Frequently Asked Questions
How do I find investors for my startup in Asia?
Start with geography, stage, and sector fit. Use accelerator websites, portfolio pages, LinkedIn, Crunchbase, founder communities, and demo day alumni networks. Build a shortlist instead of sending broad outreach.
What is a good average accelerator check size in Asia?
It varies widely. Some programs offer under $50K, while others can invest $500K or more. The right check size depends on your stage, capital needs, and whether the program also offers follow-on access.
Should I contact investors on LinkedIn?
Yes, if you do it well. Keep it short, specific, and tailored. Mention why you fit their thesis and include one strong proof point.
How do I know if an accelerator is the right fit?
Look at the portfolio, mentor bench, follow-on investors, geographic strength, and the kind of founders they usually back. If their alumni look like your business, that is a good sign.
What matters more: traction or pitch deck?
Traction usually matters more. But at pre-seed, a sharp narrative and strong founder-market fit can also carry weight. The best outcome is a clear deck supported by credible early proof.
Are equity-free accelerators better?
Not always. Equity-free programs are great if they provide real technical or market value. But a strong equity-based accelerator can be far more valuable if it improves your fundraising and customer access.
Can international founders apply to Asian accelerators?
Yes, many programs are open to international teams, especially if you plan to enter Asian markets or build regional operations. Always check country-specific eligibility rules.
Expert Insight: Ali Hajimohamadi
Most founders misunderstand what investors and accelerators are really evaluating. They think the question is, “Is this startup exciting?” In reality, the question is usually, “Can this team produce enough evidence, fast enough, to justify more capital later?” That is why generic vision-heavy applications underperform. Investors are not only buying the market story. They are buying the team’s speed of learning.

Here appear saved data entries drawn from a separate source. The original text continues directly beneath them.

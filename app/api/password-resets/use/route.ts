import { route } from "@/lib/http/route";
import { resetPassword } from "@/lib/people/password-reset";
import { resetPasswordBody } from "@/lib/people/schema";

export const POST = route({
  permission: "public",
  summary: "Choose a new password with the token of a reset link; all sessions of the account end",
  body: resetPasswordBody,
  handle: ({ body, now }) => resetPassword({ now, ...body }),
});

A practical mistake I see often is founders chasing the biggest brand instead of the tightest fit. If you are a pre-seed founder with weak clarity on customer behavior, a famous program will not fix that by itself. In fact, it can expose your weaknesses faster. The better move is to pick the accelerator that best improves your next financing milestone. Sometimes that means choosing the program with stronger operator help, better regional customer access, or more relevant alumni, even if the logo is less famous.
Another point founders miss: outreach quality is a signal. If your first message is vague, long, or obviously mass-sent, investors assume your sales process and hiring process will look the same. A strong outreach note should sound like a founder who understands positioning. It should say, in effect, “We know who we are for, why we fit you, and what proof we already have.” That level of precision gets responses.

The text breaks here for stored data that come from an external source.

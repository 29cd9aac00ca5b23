"use client";

import { keepPreviousData, useQuery } from "@tanstack/react-query";
import { PageRow, PageTitle, Section, Vitals, type Vital } from "@/components/ui/page";
import { PhaseChip } from "@/components/ui/phase-chip";
import { F0, Q, Quantity } from "@/components/ui/quantity";
import { Loading, Problem } from "@/components/ui/states";
import type { CampaignAnswer } from "@/lib/campaigns/answers";
import { campaignOptions, sweepOptions } from "@/lib/campaigns/client";
import { campaignCode } from "@/lib/campaigns/code";
import { formatCount, formatNumber, NO_VALUE } from "@/lib/format";
import { formatDay, formatDuration, formatSecond } from "@/lib/format-time";
import { may, type Role } from "@/lib/permissions";
import type { SweepAnswer } from "@/lib/readings/schema";
import { Flags } from "./flags";
import { InItsPhase } from "./in-its-phase";
import { LeaveOut } from "./leave-out";
import { Parameters } from "./parameters";
import { SweepAndFit } from "./sweep-and-fit";
import { WalkButtons } from "./walk-buttons";

type ReadingScreenProps = { campaignId: string; sequence: number; index: number; role: Role };

/** One repeat: its sweep and fit, what its flags say, its place in the phase, and leaving it out. */
export function ReadingScreen({ campaignId, sequence, index, role }: ReadingScreenProps) {
  const { data: campaign } = useQuery(campaignOptions(campaignId));
  const { data: sweep, error, refetch, isPlaceholderData } = useQuery({ ...sweepOptions(campaignId, { sequence, index }), placeholderData: keepPreviousData });
  if (!campaign || !sweep) return <Section>{error ? <Problem error={error} onRetry={() => void refetch()} /> : <Loading label="the repeat" height={480} />}</Section>;

  const { place, medium, cycle } = sweep;
  const liquid = campaign.media.find((one) => one.medium === medium);
  const name = medium === "air" ? "Air" : (liquid?.name ?? medium);
  const code = campaignCode(campaignId);
  return (
    <div aria-busy={isPlaceholderData}>
      <PageTitle
        margin={
          <>
            <div className="flex items-center gap-2">
              {medium === "air" ? <PhaseChip kind="air" /> : liquid?.letter && liquid.tint ? <PhaseChip kind="liquid" letter={liquid.letter} tint={liquid.tint} /> : null}
              <b>{name}</b>
            </div>
            <div>cycle {cycle}, step {sweep.sequence}{campaign.rig && `, ${campaign.rig}`}</div>
          </>
        }
        crumbs={[{ label: "Campaigns", href: "/campaigns" }, { label: code, href: `/campaigns/${code}` }, { label: `cycle ${cycle}, ${name}` }]}
        meta={takenWords(sweep, campaign)}
        actions={<WalkButtons code={code} sweep={sweep} />}
      >
        Repeat {formatCount(sweep.index + 1)}{place && ` of ${formatCount(place.repeats)}`}
      </PageTitle>
      <PageRow>
        {error && <div className="mt-4"><Problem error={error} onRetry={() => void refetch()} /></div>}
        <Vitals items={vitalsOf(sweep)} />
      </PageRow>
      <SweepAndFit sweep={sweep} code={code} name={name} />
      <Section head="Parameters" note={parameterNote(sweep)}>
        <div className="split">
          <Parameters sweep={sweep} />
          <Flags sweep={sweep} />
        </div>
      </Section>
      {place && <InItsPhase sweep={sweep} place={place} code={code} />}
      {place && may(role, "exclude readings") && <LeaveOut key={`${sweep.sequence}-${sweep.index}`} campaignId={campaignId} sweep={sweep} place={place} />}
    </div>
  );
}

function parameterNote({ form, fitRunId, readout }: SweepAnswer): string {
  const how = form === "sweep" ? "Standard uncertainties from the full Jacobian and the residual variance." : form === "fitted" ? "Fitted on the rig; taken as given." : "Standard uncertainties from the residual variance.";
  return `${how}${fitRunId ? ` Fit run ${fitRunId}` : ""}${readout ? `, ${readout} readout` : ""}.`;
}

function takenWords({ takenAt, durationS, curve, points, dwellS, driveV, form }: SweepAnswer, { timeZone, now }: CampaignAnswer): string {
  const took = durationS ? `, in ${formatDuration(durationS)}` : "";
  const taken = `Taken ${formatDay(takenAt, timeZone, now)} ${formatSecond(takenAt, timeZone)}${took}.`;
  if (form === "fitted") return `${taken} Fitted on the rig, no sweep was sent.`;
  if (form === "ringDown") return `${taken} A ring-down of ${formatCount(points)} samples.`;
  if (!curve) return taken;
  const ends = [curve.frequencyHz[0], curve.frequencyHz.at(-1)].map((hz) => formatNumber(Number((hz ?? NaN).toPrecision(7))));
  const dwell = dwellS ? `, dwell ${formatNumber(Number((dwellS * 1000).toPrecision(3)))}\u00a0ms` : "";
  const drive = driveV ? `, drive ${formatNumber(Number((driveV * 1000).toPrecision(3)))}\u00a0mV` : "";
  return `${taken} Sweep ${ends[0]} to ${ends[1]}\u00a0Hz, ${formatCount(points)} points${dwell}${drive}${form === "magnitude" ? ", magnitude only" : ""}.`;
}

function vitalsOf({ f0Hz, f0StdHz, q, qStd, snr, temperatureC, pressurePa, humidityPercent }: SweepAnswer): Vital[] {
  const room = [pressurePa != null && `${formatNumber(pressurePa / 1000, { decimals: 2 })}\u00a0kPa`, humidityPercent != null && `${formatNumber(humidityPercent, { decimals: 0 })}\u00a0% humidity`].filter(Boolean).join(", ");
  const ringDown = f0Hz !== null && q !== null ? `one ring-down is ${formatNumber(Number(((q / (Math.PI * f0Hz)) * 1000).toPrecision(2)))}\u00a0ms` : undefined;
  return [
    { label: "Frequency", value: f0Hz === null ? "not fitted" : <><F0 /> <Quantity value={f0Hz} u={f0StdHz} unit="Hz" decimals={4} /></> },
    { label: "Quality factor", value: q === null ? "not fitted" : <><Q /> <Quantity value={q} u={qStd} decimals={2} /></> },
    { label: "Signal to noise, per quadrature", value: snr == null ? NO_VALUE : formatNumber(Number(snr.toPrecision(snr >= 1000 ? 4 : 3))), note: ringDown },
    { label: "Cell and room", value: temperatureC == null ? NO_VALUE : `${formatNumber(temperatureC, { decimals: 3 })}\u00a0°C`, note: room || undefined },
  ];
}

Finally, do not start fundraising because you feel late. Start when you can explain exactly what this round will unlock and why your current momentum makes now the right moment. Good investors rarely fund confusion. They fund clarity with velocity.
Final Thoughts
- Asia has no single best accelerator — the right choice depends on your stage, market, and sector.
- Antler, Iterative, Surge, and Brinc are among the strongest names for founders seeking structured early-stage support in Asia.

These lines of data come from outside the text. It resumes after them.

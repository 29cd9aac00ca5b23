import { Symbol } from "@/components/ui/quantity";
import { formatNumber, formatUncertain, NO_VALUE } from "@/lib/format";
import type { SweepAnswer } from "@/lib/readings/schema";
import { unitFor } from "./sweep-views";

type Parameter = NonNullable<SweepAnswer["parameters"]>[number];

const WHAT: Record<Parameter["name"], { symbol: string; sub?: string; part?: string; what: string; unit: "Hz" | "" | "V" }> = {
  f0Hz: { symbol: "f", sub: "0", what: "undamped natural frequency", unit: "Hz" },
  q: { symbol: "Q", what: "quality factor", unit: "" },
  aRe: { symbol: "a", part: "in phase", what: "size and direction of the resonance", unit: "V" },
  aIm: { symbol: "a", part: "quadrature", what: "", unit: "V" },
  bRe: { symbol: "b", part: "in phase", what: "offset, ohmic and crosstalk", unit: "V" },
  bIm: { symbol: "b", part: "quadrature", what: "", unit: "V" },
  cRe: { symbol: "c", part: "in phase", what: "slope of the offset over the sweep", unit: "V" },
  cIm: { symbol: "c", part: "quadrature", what: "", unit: "V" },
};

/** Every fitted parameter with its standard uncertainty and how it goes with f0. */
export function Parameters({ sweep }: { sweep: SweepAnswer }) {
  const { parameters = [] } = sweep;
  const rows: Parameter[] = parameters.length > 0 ? parameters : givenOf(sweep);
  if (rows.length === 0) return <p className="text-ink2">Nothing could be fitted.</p>;
  return (
    <div className="table-box">
      <table className="data-table" aria-label="Parameters of the fit">
        <thead>
          <tr>
            <th scope="col">Parameter</th>
            <th scope="col">What</th>
            <th scope="col" className="right">Value</th>
            <th scope="col" className="right">Standard uncertainty</th>
            <th scope="col">Unit</th>
            <th scope="col" className="right">Correlation with <Symbol name="f" sub="0" /></th>
          </tr>
        </thead>
        <tbody>
          {rows.map(({ name, value, u, correlationWithF0 }) => {
            const { symbol, sub, part, what, unit } = WHAT[name];
            const [shownUnit, scale] = unit === "V" ? unitFor([value]) : ([unit, 1] as const);
            return (
              <tr key={name}>
                <td className="whitespace-nowrap"><Symbol name={symbol} sub={sub} />{part && `, ${part}`}</td>
                <td className="min-w-[160px] text-ink2">{what}</td>
                <td className="right num whitespace-nowrap">{formatUncertain(value * scale, u === null ? null : u * scale)}</td>
                <td className="right num">{u === null ? NO_VALUE : formatNumber(Number((u * scale).toPrecision(2)))}</td>
                <td>{shownUnit}</td>
                <td className="right num">{correlationWithF0 === null ? NO_VALUE : formatNumber(correlationWithF0, { decimals: name === "f0Hz" ? 0 : 2 })}</td>
              </tr>
            );
          })}
        </tbody>
      </table>
    </div>
  );
}

function givenOf({ f0Hz, f0StdHz, q, qStd }: SweepAnswer): Parameter[] {
  if (f0Hz === null || q === null) return [];
  return [
    { name: "f0Hz", value: f0Hz, u: f0StdHz, correlationWithF0: 1 },
    { name: "q", value: q, u: qStd, correlationWithF0: null },
  ];
}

- Check size is only one factor — network quality, follow-on access, and market relevance often matter more.
- Research portfolio fit before applying — if similar startups have succeeded there, your odds improve.
- Tailored outreach beats mass applications — investors respond to clarity, traction, and founder-market fit.
- Use accelerators strategically — pick the one that helps you unlock your next milestone, not just prestige.
- Fundraising readiness starts with positioning — if you cannot explain why now, why you, and why this market, fix that first.